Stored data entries
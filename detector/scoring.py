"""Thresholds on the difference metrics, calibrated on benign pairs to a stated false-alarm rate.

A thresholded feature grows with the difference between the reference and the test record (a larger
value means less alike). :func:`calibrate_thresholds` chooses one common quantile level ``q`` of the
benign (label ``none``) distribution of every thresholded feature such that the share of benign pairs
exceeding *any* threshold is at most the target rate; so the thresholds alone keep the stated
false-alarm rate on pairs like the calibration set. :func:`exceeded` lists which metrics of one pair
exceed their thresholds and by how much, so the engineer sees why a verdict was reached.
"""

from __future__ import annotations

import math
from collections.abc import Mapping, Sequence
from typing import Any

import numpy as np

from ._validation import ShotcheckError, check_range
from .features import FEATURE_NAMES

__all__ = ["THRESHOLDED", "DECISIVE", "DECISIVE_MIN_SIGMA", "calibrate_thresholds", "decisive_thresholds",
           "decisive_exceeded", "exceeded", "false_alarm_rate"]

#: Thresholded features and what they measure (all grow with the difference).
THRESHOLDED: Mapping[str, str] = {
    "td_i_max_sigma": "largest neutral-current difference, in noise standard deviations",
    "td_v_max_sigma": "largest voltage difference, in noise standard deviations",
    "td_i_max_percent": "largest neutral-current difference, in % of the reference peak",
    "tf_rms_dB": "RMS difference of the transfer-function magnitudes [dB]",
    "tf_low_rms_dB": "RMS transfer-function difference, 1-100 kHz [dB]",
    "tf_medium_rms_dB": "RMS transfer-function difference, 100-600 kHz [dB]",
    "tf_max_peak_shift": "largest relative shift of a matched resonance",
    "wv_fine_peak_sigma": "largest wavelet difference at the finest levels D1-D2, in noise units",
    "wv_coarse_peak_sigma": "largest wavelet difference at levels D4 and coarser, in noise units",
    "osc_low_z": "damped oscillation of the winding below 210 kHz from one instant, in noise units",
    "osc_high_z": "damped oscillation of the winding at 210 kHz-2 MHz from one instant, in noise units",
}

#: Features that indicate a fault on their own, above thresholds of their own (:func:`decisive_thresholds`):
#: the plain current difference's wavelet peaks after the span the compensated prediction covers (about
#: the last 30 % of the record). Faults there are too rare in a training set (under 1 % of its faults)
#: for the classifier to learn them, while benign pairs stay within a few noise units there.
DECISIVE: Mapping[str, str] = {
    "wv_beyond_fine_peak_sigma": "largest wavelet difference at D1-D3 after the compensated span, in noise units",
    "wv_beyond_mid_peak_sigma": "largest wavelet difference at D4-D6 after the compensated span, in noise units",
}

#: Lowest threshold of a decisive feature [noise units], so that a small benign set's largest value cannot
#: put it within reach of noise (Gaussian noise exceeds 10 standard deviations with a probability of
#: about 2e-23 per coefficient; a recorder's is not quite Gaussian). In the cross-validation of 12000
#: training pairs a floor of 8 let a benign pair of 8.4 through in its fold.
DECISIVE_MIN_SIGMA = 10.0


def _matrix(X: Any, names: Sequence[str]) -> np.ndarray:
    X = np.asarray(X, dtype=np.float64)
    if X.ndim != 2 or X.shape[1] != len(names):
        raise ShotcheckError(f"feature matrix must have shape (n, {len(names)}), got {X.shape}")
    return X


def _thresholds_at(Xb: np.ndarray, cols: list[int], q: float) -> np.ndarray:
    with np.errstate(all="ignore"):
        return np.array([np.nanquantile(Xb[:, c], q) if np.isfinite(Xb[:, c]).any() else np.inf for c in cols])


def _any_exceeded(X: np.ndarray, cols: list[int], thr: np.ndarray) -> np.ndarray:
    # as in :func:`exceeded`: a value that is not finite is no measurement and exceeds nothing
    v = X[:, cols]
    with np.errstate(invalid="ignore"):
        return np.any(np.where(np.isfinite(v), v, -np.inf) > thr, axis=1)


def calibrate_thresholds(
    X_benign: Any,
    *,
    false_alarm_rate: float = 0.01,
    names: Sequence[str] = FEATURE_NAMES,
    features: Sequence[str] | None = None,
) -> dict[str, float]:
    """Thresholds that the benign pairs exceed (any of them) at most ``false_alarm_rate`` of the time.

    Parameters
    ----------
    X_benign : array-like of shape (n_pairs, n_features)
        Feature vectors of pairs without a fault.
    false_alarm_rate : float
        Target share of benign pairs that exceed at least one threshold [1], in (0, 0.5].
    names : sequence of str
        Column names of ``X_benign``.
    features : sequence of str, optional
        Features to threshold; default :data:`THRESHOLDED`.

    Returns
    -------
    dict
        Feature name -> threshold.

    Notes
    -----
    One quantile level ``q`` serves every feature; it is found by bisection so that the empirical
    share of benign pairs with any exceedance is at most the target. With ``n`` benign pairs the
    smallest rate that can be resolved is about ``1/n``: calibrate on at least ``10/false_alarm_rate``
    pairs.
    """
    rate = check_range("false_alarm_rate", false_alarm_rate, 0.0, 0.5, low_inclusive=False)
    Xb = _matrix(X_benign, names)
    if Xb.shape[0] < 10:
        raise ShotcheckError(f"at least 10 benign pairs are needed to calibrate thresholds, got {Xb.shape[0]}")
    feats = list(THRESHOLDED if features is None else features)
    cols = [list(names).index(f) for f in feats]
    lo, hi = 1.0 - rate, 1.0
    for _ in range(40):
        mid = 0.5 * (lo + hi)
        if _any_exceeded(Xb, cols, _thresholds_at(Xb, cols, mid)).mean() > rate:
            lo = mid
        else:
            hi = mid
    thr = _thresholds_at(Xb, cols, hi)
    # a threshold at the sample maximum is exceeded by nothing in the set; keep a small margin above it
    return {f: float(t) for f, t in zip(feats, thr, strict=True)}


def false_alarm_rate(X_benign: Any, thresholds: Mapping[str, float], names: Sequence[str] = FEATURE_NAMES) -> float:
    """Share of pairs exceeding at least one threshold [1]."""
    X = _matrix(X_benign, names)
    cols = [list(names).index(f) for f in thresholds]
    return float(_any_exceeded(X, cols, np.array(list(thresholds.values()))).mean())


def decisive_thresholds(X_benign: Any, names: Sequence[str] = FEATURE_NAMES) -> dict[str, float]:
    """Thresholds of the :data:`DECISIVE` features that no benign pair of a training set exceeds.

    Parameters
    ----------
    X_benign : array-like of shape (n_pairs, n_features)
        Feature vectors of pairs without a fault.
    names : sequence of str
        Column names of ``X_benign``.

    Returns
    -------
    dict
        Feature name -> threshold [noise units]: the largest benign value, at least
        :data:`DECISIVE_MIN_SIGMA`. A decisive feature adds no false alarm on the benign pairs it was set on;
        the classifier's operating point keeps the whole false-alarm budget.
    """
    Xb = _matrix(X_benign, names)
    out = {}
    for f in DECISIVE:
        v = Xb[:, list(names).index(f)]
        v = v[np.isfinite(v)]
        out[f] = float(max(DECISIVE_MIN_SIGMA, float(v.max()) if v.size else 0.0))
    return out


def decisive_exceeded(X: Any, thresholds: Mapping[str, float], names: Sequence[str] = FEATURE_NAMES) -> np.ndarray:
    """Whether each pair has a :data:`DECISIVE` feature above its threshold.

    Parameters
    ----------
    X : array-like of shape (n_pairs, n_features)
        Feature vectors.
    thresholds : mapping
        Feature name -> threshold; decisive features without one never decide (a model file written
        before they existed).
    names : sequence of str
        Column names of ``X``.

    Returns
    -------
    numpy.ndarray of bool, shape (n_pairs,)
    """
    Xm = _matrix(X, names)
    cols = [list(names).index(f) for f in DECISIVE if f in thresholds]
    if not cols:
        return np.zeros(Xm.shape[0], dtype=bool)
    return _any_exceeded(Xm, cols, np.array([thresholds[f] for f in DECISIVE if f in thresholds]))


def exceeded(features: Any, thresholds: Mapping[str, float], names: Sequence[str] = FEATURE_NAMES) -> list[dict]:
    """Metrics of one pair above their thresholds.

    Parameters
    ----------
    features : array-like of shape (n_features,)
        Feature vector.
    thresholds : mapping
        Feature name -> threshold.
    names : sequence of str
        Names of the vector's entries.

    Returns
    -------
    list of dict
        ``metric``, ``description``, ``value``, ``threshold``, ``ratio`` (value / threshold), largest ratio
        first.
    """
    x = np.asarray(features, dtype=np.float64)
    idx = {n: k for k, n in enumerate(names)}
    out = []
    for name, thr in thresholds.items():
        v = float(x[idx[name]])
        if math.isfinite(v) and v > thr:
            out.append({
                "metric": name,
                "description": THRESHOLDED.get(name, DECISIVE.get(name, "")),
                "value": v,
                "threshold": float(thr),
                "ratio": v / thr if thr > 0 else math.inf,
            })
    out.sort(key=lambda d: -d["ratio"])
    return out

→ ASSIGNMENT
The answer should hold only the lines from the start of the records above through the line containing "exceeding *any* threshold", each set down exactly.

→ ANSWER FOR THIS EXERCISE
filename detector/scoring.py
"""Thresholds on the difference metrics, calibrated on benign pairs to a stated false-alarm rate.

A thresholded feature grows with the difference between the reference and the test record (a larger
value means less alike). :func:`calibrate_thresholds` chooses one common quantile level ``q`` of the
benign (label ``none``) distribution of every thresholded feature such that the share of benign pairs
exceeding *any* threshold is at most the target rate; so the thresholds alone keep the stated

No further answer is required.